• 文献标题:   The electrostimulation and scar inhibition effect of chitosan/oxidized hydroxyethyl cellulose/reduced graphene oxide/asiaticoside liposome based hydrogel on peripheral nerve regeneration in vitro
  • 文献类型:   Article
  • 作  者:   ZHENG FR, LI R, HE QD, KORAL K, TAO JY, FAN LH, XIANG RZ, MA JY, WANG N, YIN YX, HUANG ZJ, XU PH, XU HX
  • 作者关键词:   chitosan, oxidized hydroxyethyl cellulose, asiaticoside, electrical stimulation, peripheral nerve regeneration
  • 出版物名称:   MATERIALS SCIENCE ENGINEERING CMATERIALS FOR BIOLOGICAL APPLICATIONS
  • ISSN:   0928-4931 EI 1873-0191
  • 通讯作者地址:   Wuhan Univ Technol
  • 被引频次:   3
  • DOI:   10.1016/j.msec.2019.110560
  • 出版年:   2020

▎ 摘  要

The application of hollow nerve conduits in the repair of peripheral nerve defects is effected by inferior recovery, and nerve extension is hampered by the scar tissue generated during the repair process. In this study, the filler in hollow nerve conduit, chitosan/oxidized hydroxyethyl cellulose (CS/OHEC) hydrogel loaded asiaticoside liposome and the conducive reduced graphene oxide (rGO) were developed and used to reform the microenvironment for peripheral nerve regeneration.

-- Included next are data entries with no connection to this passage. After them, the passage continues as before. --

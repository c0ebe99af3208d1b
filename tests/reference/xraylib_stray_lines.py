"""Tungsten L line energies and Ni-filter transmissions from xraylib, as JSON (lines that are not the sample's).

Run with /usr/bin/python3 (Debian python3-xraylib 4.0.0).
Input (stdin, JSON): {"filter": {"element": "Ni", "density": 8.908, "thicknessUm": 20}, "energiesKeV": [...]}
Output (stdout, JSON): {"tungsten": {"L3M5": keV, "L3M4": keV, "L2M4": keV, "L3N5": keV, "L2N4": keV},
                        "transmission": [fraction per energy through the filter]}
Transmission = exp(−(μ/ρ) ρ t) with xraylib's CS_Total (cm²/g).
"""
import json
import math
import sys

import xraylib

LINES = {"L3M5": xraylib.L3M5_LINE, "L3M4": xraylib.L3M4_LINE, "L2M4": xraylib.L2M4_LINE, "L3N5": xraylib.L3N5_LINE, "L2N4": xraylib.L2N4_LINE}

if __name__ == "__main__":
    request = json.load(sys.stdin)
    out = {"tungsten": {name: xraylib.LineEnergy(74, line) for name, line in LINES.items()}, "transmission": []}
    f = request.get("filter")
    if f:
        z = xraylib.SymbolToAtomicNumber(f["element"])
        t_cm = f["thicknessUm"] * 1e-4
        out["transmission"] = [math.exp(-xraylib.CS_Total(z, e) * f["density"] * t_cm) for e in request.get("energiesKeV", [])]
    print(json.dumps(out))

The physiochemical properties of CS/OHEC/rGO/asiaticoside liposome hydrogel were characterized by Fourier transform infrared spectroscopy (FTIR), scanning electron microscopy (SEM), and compressive modulus, porosity, swelling ratio, degradation and conductivity. In addition, the asiaticoside release profiles in vitro were investigated. The hydrogel had a continuous porous network structure with pore size distribution in the range of 50-250 mu m. The majority of the hydrogels had porosities above 70%, and a compressive modulus of 0.45 MPa. The weight loss rate of hydrogel reached 76.14 +/- 4.45% within 8 weeks. The conductivity of the hydrogel was 5.27 +/- 0.42 x 10(-4) S/cm. The hydrogel was non-toxic and suitable for adhesion and proliferation of nerve cells in vitro. In addition, the application of electrical stimulation after the addition of rGO can promote the differentiation and proliferation of nerve cells, accelerating nerve regeneration. The asiaticoside released from the hydrogel had a significant inhibitory effect on the growth and collagen secretion of fibroblasts, eliminating scars for regenerative nerves, which can promote the function recovery of defected peripheral nerve. Together, these positive results indicate that the hydrogel would be a promising candidate for peripheral nerve regeneration.